◆ WHAT THE TASK REQUIRES
Your result will be the set of lines with "toBeNull", copied from the material below.
(DATA FOR THIS TASK Opens)
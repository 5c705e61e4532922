import { isOpenLead, nextStepStanding, refuseLeadMove, reopenedStage } from './lead-stages.js';
import { LEAD_STAGES, OPEN_LEAD_STAGES } from './leads-contract.js';

describe('a lead', () => {
  it('moves freely between open stages', () => {
    for (const from of OPEN_LEAD_STAGES)
      for (const to of OPEN_LEAD_STAGES) expect(refuseLeadMove(from, to, 'move') === null).toBe(from !== to);
  });

  it.each(OPEN_LEAD_STAGES)('at %s is won and lost by their commands only', (from) => {
    expect(refuseLeadMove(from, 'won', 'win')).toBeNull();
    expect(refuseLeadMove(from, 'lost', 'lose')).toBeNull();
    expect(refuseLeadMove(from, 'won', 'move')).not.toBeNull();
    expect(refuseLeadMove(from, 'lost', 'move')).not.toBeNull();
  });

  it('stays won', () => {
    for (const to of LEAD_STAGES)
      for (const by of ['move', 'win', 'lose', 'reopen'] as const)
        expect(refuseLeadMove('won', to, by)?.detail).toMatch(/won/i);
  });

  it('comes back from lost to where it was, when it is reopened', () => {
    expect(refuseLeadMove('lost', reopenedStage('site-visit'), 'reopen')).toBeNull();
    expect(reopenedStage('site-visit')).toBe('site-visit');
    expect(reopenedStage(null)).toBe('contacted');
    expect(refuseLeadMove('lost', 'contacted', 'move')?.detail).toMatch(/reopened first/);
  });

  it('is won after all when a customer who was given up accepts', () => {
    expect(refuseLeadMove('lost', 'won', 'win')).toBeNull();
  });

  it('is open until it is won or lost', () => {
    expect(LEAD_STAGES.filter(isOpenLead)).toEqual([...OPEN_LEAD_STAGES]);
  });

  it.each([
    ['new', '2027-03-14', 'overdue'],
    ['new', '2027-03-15', 'today'],
    ['new', '2027-03-16', 'ahead'],
    ['new', null, null],
    ['lost', '2027-03-14', null],
  ] as const)('at %s with a next step on %s is %s', (stage, nextStepOn, expected) => {
    expect(nextStepStanding({ stage, nextStepOn }, '2027-03-15')).toBe(expected);
  });
});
(DATA FOR THIS TASK Closes)
◆ YOUR RESPONSE
    expect(refuseLeadMove(from, 'won', 'win')).toBeNull();
    expect(refuseLeadMove(from, 'lost', 'lose')).toBeNull();
    expect(refuseLeadMove(from, 'won', 'move')).not.toBeNull();
    expect(refuseLeadMove(from, 'lost', 'move')).not.toBeNull();
    expect(refuseLeadMove('lost', reopenedStage('site-visit'), 'reopen')).toBeNull();
    expect(refuseLeadMove('lost', 'won', 'win')).toBeNull();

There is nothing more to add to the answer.